Sevgili okuyucular, bu pazar sohbetinde, üzerinde bol bol tartışılan ve spekülasyonlar yapılan Türkiye’deki Kürt nüfusu hakkında bildiklerimi tekrar aktarmaya çalışacağım.

Evvelâ, şu noktanın altını çizmeliyim ki, Türk-Kürt ayrımına tamamen karşıyım. Türkiye’de yaşayan her vatandaşın eşit olduğunu düşünüyorum. Altkimlikleri nasıl ifade edilirse edilsin, Kürtler Türk Milleti’nin ayrılmaz bir parçası ve bizim öz kardeşlerimizdir. Onlardan bahsederken ‘biz-onlar’ ayrımını yapmak bile beni rahatsız ediyor.
Lâkin, Türkiye’de ayrılıkçı-ırkçı-Kürtçülerin nasıl ayrımcılık yaptıklarını ve bazı dış mihraklar tarafından da nasıl desteklendiklerini hepimiz biliyoruz.
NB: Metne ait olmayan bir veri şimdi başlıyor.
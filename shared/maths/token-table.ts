/** What a token is to the grammar; a sign or a bracket is its own kind. */
export type TokenKind =
  | 'number'
  | 'letter'
  | 'function'
  | 'log'
  | 'log2'
  | 'exp'
  | 'text'
  | 'end-of-line'
  | 'hole'
  | '+'
  | '-'
  | 'pm'
  | 'mp'
  | '*'
  | 'x'
  | '/'
  | 'div'
  | '^'
  | '_'
  | '!'
  | "'"
  | 'degree'
  | '%'
  | 'raised'
  | '('
  | ')'
  | '['
  | ']'
  | '{'
  | '}'
  | 'set('
  | 'set)'
  | '|'
  | 'open.'
  | 'close.'
  | 'floor('
  | 'floor)'
  | 'ceil('
  | 'ceil)'
  | ','
  | ';'
  | '.'
  | '&'
  | 'newline'
  | ':='
  | ':'
  | '='
  | '<'
  | '>'
  | '<='
  | '>='
  | '!='
  | 'approx'
  | 'frac'
  | 'binom'
  | 'sqrt'
  | 'int'
  | 'sum'
  | 'prod'
  | 'lim'
  | 'to'
  | 'begin'
  | 'end'
  | 'over'
  | 'accent'
  | 'infinity'
  | 'e'
  | 'i'
  | 'top'
  | 'in'
  | 'notin'
  | 'cup'
  | 'cap'
  | 'setminus'
  | 'empty'
  | 'number-set'
  | 'or'
  | 'and'
  | 'forall'
  | 'implies';

/** One kind a line, then the commands that mean it. */
const COMMAND_KINDS = String.raw`
* cdot ast bullet
x times
div div
pm pm
mp mp
/ slash
= eq
< lt
> gt
<= le leq leqslant
>= ge geq geqslant
!= ne neq
approx approx thickapprox
in in isin
notin notin
cup cup
cap cap
setminus setminus smallsetminus backslash
empty varnothing emptyset
number-set R Z N Q C reals Reals integers naturals
or lor vee
and land wedge
forall forall
to to rightarrow longrightarrow
implies Rightarrow implies Longrightarrow Leftrightarrow iff Longleftrightarrow therefore
infinity infty infin
e exponentialE
i imaginaryI imaginaryJ
degree degree circ
top top intercal
' prime
| vert lvert rvert mid
set( lbrace {
set) rbrace }
[ lbrack
] rbrack
( lparen
) rparen
floor( lfloor
floor) rfloor
ceil( lceil
ceil) rceil
frac frac dfrac tfrac cfrac
binom binom dbinom tbinom
sqrt sqrt
int int
sum sum
prod prod
lim lim
log log lg
log2 lb
exp exp
begin begin
end end
over overline bar
accent vec hat tilde mathbf bm boldsymbol
hole placeholder
text text mbox textrm textnormal
: colon
% %
:= coloneq coloneqq
newline \ cr`;

/** Functions of one or more arguments, by TeX command or plain word. */
const FUNCTIONS =
  'sin cos tan cot sec csc arcsin arccos arctan arccot arcsec arccsc sinh cosh tanh coth sech csch arsinh arcosh artanh ' +
  'ln gcd lcm min max arg det';
const FUNCTION_NAMES =
  'cosec=csc tg=tan ctg=cot cotan=cot asin=arcsin acos=arccos atan=arctan arcsinh=arsinh arccosh=arcosh arctanh=artanh ' +
  'asinh=arsinh acosh=arcosh atanh=artanh abs=abs sgn=sign sign=sign floor=floor ceil=ceil Re=re Im=im conj=conj';

const GREEK =
  'alpha beta gamma delta epsilon varepsilon zeta eta theta vartheta iota kappa lambda mu nu xi pi rho sigma varsigma tau ' +
  'upsilon phi varphi chi psi omega Gamma Delta Theta Lambda Xi Pi Sigma Upsilon Phi Psi Omega ell hbar partial';

export const SKIPPED = new Set(
  'displaystyle textstyle scriptstyle limits nolimits mathstrut strut nonumber'.split(' '),
);
export const SPACES = new Set(', : ; > quad qquad thinspace enspace enskip medspace thickspace'.split(' '));
export const LETTER_STYLES = new Set('mathrm operatorname mathit mathsf textup rm'.split(' '));

const FUNCTION_OF = new Map<string, string>();
for (const name of FUNCTIONS.split(' ')) FUNCTION_OF.set(name, name);
for (const pair of FUNCTION_NAMES.split(' ')) {
  const [word = '', name = ''] = pair.split('=');
  if (name) FUNCTION_OF.set(word, name);
}

/** The function that a command or plain word names, if any. */
export function functionOf(word: string): string | undefined {
  return FUNCTION_OF.get(word);
}

/** Command name (no backslash) to its kind. */
export const COMMANDS: ReadonlyMap<string, TokenKind> = commandTable();

function commandTable(): ReadonlyMap<string, TokenKind> {
  const table = new Map<string, TokenKind>();
  for (const entry of COMMAND_KINDS.trim().split('\n')) {
    const [kind, ...names] = entry.split(' ');
    for (const name of names) table.set(name, kind as TokenKind);
  }
  for (const name of GREEK.split(' ')) table.set(name, 'letter');
  for (const word of FUNCTION_OF.keys()) table.set(word, 'function');
  return table;
}

/** Single characters, typed or pasted, to their kind. */
export const CHARACTERS: ReadonlyMap<string, TokenKind> = new Map<string, TokenKind>([
  ...[..."+-*/^_!'()[]{}|,;.&=<>:%"].map((char): [string, TokenKind] => [char, char as TokenKind]),
  ['×', 'x'],
  ['·', '*'],
  ['⋅', '*'],
  ['∗', '*'],
  ['÷', 'div'],
  ['−', '-'],
  ['–', '-'],
  ['±', 'pm'],
  ['∓', 'mp'],
  ['≤', '<='],
  ['≥', '>='],
  ['⩽', '<='],
  ['⩾', '>='],
  ['≠', '!='],
  ['≈', 'approx'],
  ['∞', 'infinity'],
  ['°', 'degree'],
  ['′', "'"],
  ['’', "'"],
  ['√', 'sqrt'],
  ['∫', 'int'],
  ['∑', 'sum'],
  ['∏', 'prod'],
  ['∈', 'in'],
  ['∉', 'notin'],
  ['∪', 'cup'],
  ['∩', 'cap'],
  ['∖', 'setminus'],
  ['∅', 'empty'],
  ['→', 'to'],
  ['∨', 'or'],
  ['∧', 'and'],
  ['∀', 'forall'],
  ['⇒', 'implies'],
  ['⇔', 'implies'],
  ['∴', 'implies'],
  ['∣', '|'],
  ['ℝ', 'number-set'],
  ['ℤ', 'number-set'],
  ['ℕ', 'number-set'],
  ['ℚ', 'number-set'],
  ['ℂ', 'number-set'],
]);

/** Greek typed as such. */
export const GREEK_CHARACTERS: ReadonlyMap<string, string> = new Map(
  [...'αβγδεζηθικλμνξπρστυφχψωΓΔΘΛΞΠΣΦΨΩ∂'].map((char, at) => [
    char,
    '\\' +
      (
        'alpha beta gamma delta varepsilon zeta eta theta iota kappa lambda mu nu xi pi rho sigma tau upsilon varphi chi psi ' +
        'omega Gamma Delta Theta Lambda Xi Pi Sigma Phi Psi Omega partial'
      ).split(' ')[at],
  ]),
);

export const RAISED_DIGITS = '⁰¹²³⁴⁵⁶⁷⁸⁹';
export const VULGAR_FRACTIONS: ReadonlyMap<string, string> = new Map(
  '½=1/2 ⅓=1/3 ⅔=2/3 ¼=1/4 ¾=3/4 ⅕=1/5 ⅖=2/5 ⅗=3/5 ⅘=4/5 ⅙=1/6 ⅚=5/6 ⅛=1/8 ⅜=3/8 ⅝=5/8 ⅞=7/8'
    .split(' ')
    .map((pair): [string, string] => [pair.slice(0, 1), pair.slice(2)]),
);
Atmasyonun böylesi görülmemiştir

Efendim, Kürtçülerin, tamamen ayrılıkçı emellerle Türkiye’deki Kürt nüfusunu yüksek gösterme gayretleri
bazen ‘açık arttırma’ ya dönüştürülmektedir. Meşhedi Cafer’e rahmet okutturacak şekilde rakamlar savuranlar, iddialarını toplam nüfusun yüzde 15’inden başlatarak yüzde 20, yüzde 25, hatta üçte birine kadar yükseltmektedirler. Ancak, mübalağalı, siyasî ve ideolojik varsayımlı bu iddiaların hiçbirinin bilimsel, hatta mantıklı bir kaynağa dayanmadığı görülmektedir.

Bir haftalık dergide de yer alan Mehrdad İzady’nin tahminlerine(!) göre, 2050 yılında Türkiye’deki Kürt nüfusu, Türk nüfusunu geçecekmiş. Meşhedi Cafer’in ahfadından(!) geldiğini sandığımız İranlı Kürtçü İzady, 1991 Kasımı’nda Newyork’ta Kürt Enstitüsü’nde yapılan bir konferansta, Türkiye’deki Kürt nüfusunun 2020 yılında 34 milyona ve 2050 yılında 49 milyona çıkacağını iddia etmişti. İzady, Prof. Justin McCarthy’nin, görüşlerinin hangi bilimsel verilere dayandırıldığına dair sorusuna ise ‘İstatistiklere değil, Cumhurbaşkanlığı sözcüsü Kaya Toperi’nin Körfez Savaşı sırasında telâffuz ettiği bazı rakamlara, geçen yüzyılda atla dolaşıp tahminlerde bulunan seyyahlara ve siyasî beyanlara’ dayandırıldığını söylemişti.

Time dergisi 18 Mart 1991 tarihli sayısında, Türkiye’de 8 milyon Kürt olduğunu yazmış; ancak iki hafta sonraki 1 Nisan 1991 tarihli sayısında -bu rakamı az bulmuş olacak ki- Türkiye’deki Kürt nüfusu sayısını bir anda ikiye katlayarak 14,5 milyona çıkarmıştır (Mustafa Akyol).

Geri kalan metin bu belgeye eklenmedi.